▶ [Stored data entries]
----

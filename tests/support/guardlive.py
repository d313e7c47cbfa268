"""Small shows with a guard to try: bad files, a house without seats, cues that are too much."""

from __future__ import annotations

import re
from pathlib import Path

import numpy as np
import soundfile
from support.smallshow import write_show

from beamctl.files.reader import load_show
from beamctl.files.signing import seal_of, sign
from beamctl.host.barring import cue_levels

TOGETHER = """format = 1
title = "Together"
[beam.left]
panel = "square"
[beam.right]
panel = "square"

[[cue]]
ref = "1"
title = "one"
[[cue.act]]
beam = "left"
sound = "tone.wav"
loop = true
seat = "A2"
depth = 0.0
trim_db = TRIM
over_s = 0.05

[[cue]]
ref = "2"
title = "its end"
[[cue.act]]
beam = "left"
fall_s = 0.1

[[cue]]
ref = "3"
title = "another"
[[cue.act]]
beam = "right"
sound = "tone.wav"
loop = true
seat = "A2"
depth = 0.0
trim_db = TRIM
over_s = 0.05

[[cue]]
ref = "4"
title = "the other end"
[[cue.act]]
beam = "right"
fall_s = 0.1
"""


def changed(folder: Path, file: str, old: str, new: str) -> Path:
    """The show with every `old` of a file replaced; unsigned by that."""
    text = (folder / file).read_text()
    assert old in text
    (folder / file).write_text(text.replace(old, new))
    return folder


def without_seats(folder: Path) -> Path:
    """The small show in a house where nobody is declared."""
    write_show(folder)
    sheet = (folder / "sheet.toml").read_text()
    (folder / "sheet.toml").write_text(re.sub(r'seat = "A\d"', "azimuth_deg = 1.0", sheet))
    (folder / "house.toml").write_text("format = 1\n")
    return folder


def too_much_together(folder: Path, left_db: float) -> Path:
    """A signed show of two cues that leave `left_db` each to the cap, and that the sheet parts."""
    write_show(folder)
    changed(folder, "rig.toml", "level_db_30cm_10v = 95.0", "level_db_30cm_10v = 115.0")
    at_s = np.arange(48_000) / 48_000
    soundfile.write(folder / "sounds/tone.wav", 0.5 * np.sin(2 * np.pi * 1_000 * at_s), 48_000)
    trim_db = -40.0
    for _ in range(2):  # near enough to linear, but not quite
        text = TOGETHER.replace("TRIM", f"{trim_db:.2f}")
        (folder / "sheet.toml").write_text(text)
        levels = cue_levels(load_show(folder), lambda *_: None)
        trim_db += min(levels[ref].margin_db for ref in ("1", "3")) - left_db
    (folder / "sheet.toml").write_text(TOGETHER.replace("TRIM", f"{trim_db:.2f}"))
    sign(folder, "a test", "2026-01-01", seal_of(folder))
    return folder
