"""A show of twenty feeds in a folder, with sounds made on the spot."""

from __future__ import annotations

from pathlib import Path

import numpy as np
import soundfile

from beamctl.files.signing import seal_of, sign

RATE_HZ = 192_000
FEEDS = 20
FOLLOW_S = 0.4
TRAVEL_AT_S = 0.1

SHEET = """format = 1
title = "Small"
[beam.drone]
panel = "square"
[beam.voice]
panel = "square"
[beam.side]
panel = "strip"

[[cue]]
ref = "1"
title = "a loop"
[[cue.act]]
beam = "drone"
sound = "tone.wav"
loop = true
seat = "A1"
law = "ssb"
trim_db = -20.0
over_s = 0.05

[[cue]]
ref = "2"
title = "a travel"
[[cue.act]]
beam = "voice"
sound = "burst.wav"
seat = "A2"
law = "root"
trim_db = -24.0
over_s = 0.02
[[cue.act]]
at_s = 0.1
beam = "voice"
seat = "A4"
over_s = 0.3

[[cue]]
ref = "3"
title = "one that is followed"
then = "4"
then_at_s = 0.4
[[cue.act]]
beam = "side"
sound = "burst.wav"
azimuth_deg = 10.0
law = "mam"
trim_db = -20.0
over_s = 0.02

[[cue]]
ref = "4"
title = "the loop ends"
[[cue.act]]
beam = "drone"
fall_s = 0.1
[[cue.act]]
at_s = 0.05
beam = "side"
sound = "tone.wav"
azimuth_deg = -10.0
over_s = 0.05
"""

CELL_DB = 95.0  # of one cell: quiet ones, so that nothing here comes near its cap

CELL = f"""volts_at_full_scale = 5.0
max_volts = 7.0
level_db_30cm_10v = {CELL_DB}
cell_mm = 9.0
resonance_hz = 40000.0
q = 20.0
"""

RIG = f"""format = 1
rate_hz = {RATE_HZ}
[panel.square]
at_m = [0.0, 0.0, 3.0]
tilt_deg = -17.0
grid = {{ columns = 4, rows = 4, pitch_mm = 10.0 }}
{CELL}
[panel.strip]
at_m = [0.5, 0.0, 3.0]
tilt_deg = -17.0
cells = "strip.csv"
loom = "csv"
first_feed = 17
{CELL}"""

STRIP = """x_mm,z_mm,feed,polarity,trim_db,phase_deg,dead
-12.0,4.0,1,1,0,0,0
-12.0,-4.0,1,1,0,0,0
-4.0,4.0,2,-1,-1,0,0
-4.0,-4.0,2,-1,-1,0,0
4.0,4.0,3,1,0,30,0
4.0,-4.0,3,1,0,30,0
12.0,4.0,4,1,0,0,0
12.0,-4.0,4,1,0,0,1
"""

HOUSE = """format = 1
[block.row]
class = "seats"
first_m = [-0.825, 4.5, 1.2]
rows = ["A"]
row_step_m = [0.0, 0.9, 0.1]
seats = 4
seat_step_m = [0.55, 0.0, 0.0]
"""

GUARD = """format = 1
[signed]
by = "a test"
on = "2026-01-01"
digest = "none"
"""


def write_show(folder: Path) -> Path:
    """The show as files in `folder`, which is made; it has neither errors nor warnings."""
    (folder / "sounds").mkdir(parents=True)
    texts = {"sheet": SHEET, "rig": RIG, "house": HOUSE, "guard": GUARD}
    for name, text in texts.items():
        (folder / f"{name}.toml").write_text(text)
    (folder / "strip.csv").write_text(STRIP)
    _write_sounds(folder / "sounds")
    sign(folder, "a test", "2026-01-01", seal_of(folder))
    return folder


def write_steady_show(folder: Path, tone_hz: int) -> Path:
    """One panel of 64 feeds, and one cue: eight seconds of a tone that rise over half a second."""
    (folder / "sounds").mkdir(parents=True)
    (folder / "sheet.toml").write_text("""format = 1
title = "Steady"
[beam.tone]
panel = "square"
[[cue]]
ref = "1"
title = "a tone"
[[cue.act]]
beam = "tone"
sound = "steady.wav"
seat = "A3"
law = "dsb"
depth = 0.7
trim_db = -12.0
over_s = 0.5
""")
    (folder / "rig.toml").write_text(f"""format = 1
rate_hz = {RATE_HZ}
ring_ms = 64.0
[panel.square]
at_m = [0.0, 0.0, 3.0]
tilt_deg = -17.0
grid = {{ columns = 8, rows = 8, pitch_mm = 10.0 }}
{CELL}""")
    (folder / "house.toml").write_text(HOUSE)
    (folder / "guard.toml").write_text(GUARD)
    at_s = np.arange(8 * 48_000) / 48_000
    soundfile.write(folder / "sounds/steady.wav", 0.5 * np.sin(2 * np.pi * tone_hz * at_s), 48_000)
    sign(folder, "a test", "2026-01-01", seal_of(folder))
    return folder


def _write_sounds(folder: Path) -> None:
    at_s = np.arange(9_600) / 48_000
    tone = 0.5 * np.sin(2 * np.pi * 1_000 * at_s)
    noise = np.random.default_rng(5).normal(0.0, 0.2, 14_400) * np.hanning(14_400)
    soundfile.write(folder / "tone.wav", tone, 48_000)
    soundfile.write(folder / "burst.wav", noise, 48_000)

----

▶ [WORK TO BE COMPLETED] For each record above, print an exact copy.

▶ [THE COMPLETED TASK]
filename tests/support/guardlive.py
repository d313e7c47cbfa268
"""Small shows with a guard to try: bad files, a house without seats, cues that are too much."""

from __future__ import annotations

import re
from pathlib import Path

import numpy as np
import soundfile
from support.smallshow import write_show

from beamctl.files.reader import load_show
from beamctl.files.signing import seal_of, sign
from beamctl.host.barring import cue_levels

TOGETHER = """format = 1
title = "Together"
[beam.left]
panel = "square"
[beam.right]
panel = "square"

[[cue]]
ref = "1"
title = "one"
[[cue.act]]
beam = "left"
sound = "tone.wav"
loop = true
seat = "A2"
depth = 0.0
trim_db = TRIM
over_s = 0.05

[[cue]]
ref = "2"
title = "its end"
[[cue.act]]
beam = "left"
fall_s = 0.1

[[cue]]
ref = "3"
title = "another"
[[cue.act]]
beam = "right"
sound = "tone.wav"
loop = true
seat = "A2"
depth = 0.0
trim_db = TRIM
over_s = 0.05

[[cue]]
ref = "4"
title = "the other end"
[[cue.act]]
beam = "right"
fall_s = 0.1
"""


def changed(folder: Path, file: str, old: str, new: str) -> Path:
    """The show with every `old` of a file replaced; unsigned by that."""
    text = (folder / file).read_text()
    assert old in text
    (folder / file).write_text(text.replace(old, new))
    return folder


def without_seats(folder: Path) -> Path:
    """The small show in a house where nobody is declared."""
    write_show(folder)
    sheet = (folder / "sheet.toml").read_text()
    (folder / "sheet.toml").write_text(re.sub(r'seat = "A\d"', "azimuth_deg = 1.0", sheet))
    (folder / "house.toml").write_text("format = 1\n")
    return folder


def too_much_together(folder: Path, left_db: float) -> Path:
    """A signed show of two cues that leave `left_db` each to the cap, and that the sheet parts."""
    write_show(folder)
    changed(folder, "rig.toml", "level_db_30cm_10v = 95.0", "level_db_30cm_10v = 115.0")
    at_s = np.arange(48_000) / 48_000
    soundfile.write(folder / "sounds/tone.wav", 0.5 * np.sin(2 * np.pi * 1_000 * at_s), 48_000)
    trim_db = -40.0
    for _ in range(2):  # near enough to linear, but not quite
        text = TOGETHER.replace("TRIM", f"{trim_db:.2f}")
        (folder / "sheet.toml").write_text(text)
        levels = cue_levels(load_show(folder), lambda *_: None)
        trim_db += min(levels[ref].margin_db for ref in ("1", "3")) - left_db
    (folder / "sheet.toml").write_text(TOGETHER.replace("TRIM", f"{trim_db:.2f}"))
    sign(folder, "a test", "2026-01-01", seal_of(folder))
    return folder
"""A show of twenty feeds in a folder, with sounds made on the spot."""

from __future__ import annotations

from pathlib import Path

import numpy as np
import soundfile

from beamctl.files.signing import seal_of, sign

RATE_HZ = 192_000
FEEDS = 20
FOLLOW_S = 0.4
TRAVEL_AT_S = 0.1

SHEET = """format = 1
title = "Small"
[beam.drone]
panel = "square"
[beam.voice]
panel = "square"
[beam.side]
panel = "strip"

[[cue]]
ref = "1"
title = "a loop"
[[cue.act]]
beam = "drone"
sound = "tone.wav"
loop = true
seat = "A1"
law = "ssb"
trim_db = -20.0
over_s = 0.05

[[cue]]
ref = "2"
title = "a travel"
[[cue.act]]
beam = "voice"
sound = "burst.wav"
seat = "A2"
law = "root"
trim_db = -24.0
over_s = 0.02
[[cue.act]]
at_s = 0.1
beam = "voice"
seat = "A4"
over_s = 0.3

[[cue]]
ref = "3"
title = "one that is followed"
then = "4"
then_at_s = 0.4
[[cue.act]]
beam = "side"
sound = "burst.wav"
azimuth_deg = 10.0
law = "mam"
trim_db = -20.0
over_s = 0.02

[[cue]]
ref = "4"
title = "the loop ends"
[[cue.act]]
beam = "drone"
fall_s = 0.1
[[cue.act]]
at_s = 0.05
beam = "side"
sound = "tone.wav"
azimuth_deg = -10.0
over_s = 0.05
"""

CELL_DB = 95.0  # of one cell: quiet ones, so that nothing here comes near its cap

CELL = f"""volts_at_full_scale = 5.0
max_volts = 7.0
level_db_30cm_10v = {CELL_DB}
cell_mm = 9.0
resonance_hz = 40000.0
q = 20.0
"""

RIG = f"""format = 1
rate_hz = {RATE_HZ}
[panel.square]
at_m = [0.0, 0.0, 3.0]
tilt_deg = -17.0
grid = {{ columns = 4, rows = 4, pitch_mm = 10.0 }}
{CELL}
[panel.strip]
at_m = [0.5, 0.0, 3.0]
tilt_deg = -17.0
cells = "strip.csv"
loom = "csv"
first_feed = 17
{CELL}"""

STRIP = """x_mm,z_mm,feed,polarity,trim_db,phase_deg,dead
-12.0,4.0,1,1,0,0,0
-12.0,-4.0,1,1,0,0,0
-4.0,4.0,2,-1,-1,0,0
-4.0,-4.0,2,-1,-1,0,0
4.0,4.0,3,1,0,30,0
4.0,-4.0,3,1,0,30,0
12.0,4.0,4,1,0,0,0
12.0,-4.0,4,1,0,0,1
"""

HOUSE = """format = 1
[block.row]
class = "seats"
first_m = [-0.825, 4.5, 1.2]
rows = ["A"]
row_step_m = [0.0, 0.9, 0.1]
seats = 4
seat_step_m = [0.55, 0.0, 0.0]
"""

GUARD = """format = 1
[signed]
by = "a test"
on = "2026-01-01"
digest = "none"
"""


def write_show(folder: Path) -> Path:
    """The show as files in `folder`, which is made; it has neither errors nor warnings."""
    (folder / "sounds").mkdir(parents=True)
    texts = {"sheet": SHEET, "rig": RIG, "house": HOUSE, "guard": GUARD}
    for name, text in texts.items():
        (folder / f"{name}.toml").write_text(text)
    (folder / "strip.csv").write_text(STRIP)
    _write_sounds(folder / "sounds")
    sign(folder, "a test", "2026-01-01", seal_of(folder))
    return folder


def write_steady_show(folder: Path, tone_hz: int) -> Path:
    """One panel of 64 feeds, and one cue: eight seconds of a tone that rise over half a second."""
    (folder / "sounds").mkdir(parents=True)
    (folder / "sheet.toml").write_text("""format = 1
title = "Steady"
[beam.tone]
panel = "square"
[[cue]]
ref = "1"
title = "a tone"
[[cue.act]]
beam = "tone"
sound = "steady.wav"
seat = "A3"
law = "dsb"
depth = 0.7
trim_db = -12.0
over_s = 0.5
""")
    (folder / "rig.toml").write_text(f"""format = 1
rate_hz = {RATE_HZ}
ring_ms = 64.0
[panel.square]
at_m = [0.0, 0.0, 3.0]
tilt_deg = -17.0
grid = {{ columns = 8, rows = 8, pitch_mm = 10.0 }}
{CELL}""")
    (folder / "house.toml").write_text(HOUSE)
    (folder / "guard.toml").write_text(GUARD)
    at_s = np.arange(8 * 48_000) / 48_000
    soundfile.write(folder / "sounds/steady.wav", 0.5 * np.sin(2 * np.pi * tone_hz * at_s), 48_000)
    sign(folder, "a test", "2026-01-01", seal_of(folder))
    return folder


def _write_sounds(folder: Path) -> None:
    at_s = np.arange(9_600) / 48_000
    tone = 0.5 * np.sin(2 * np.pi * 1_000 * at_s)
    noise = np.random.default_rng(5).normal(0.0, 0.2, 14_400) * np.hanning(14_400)
    soundfile.write(folder / "tone.wav", tone, 48_000)
    soundfile.write(folder / "burst.wav", noise, 48_000)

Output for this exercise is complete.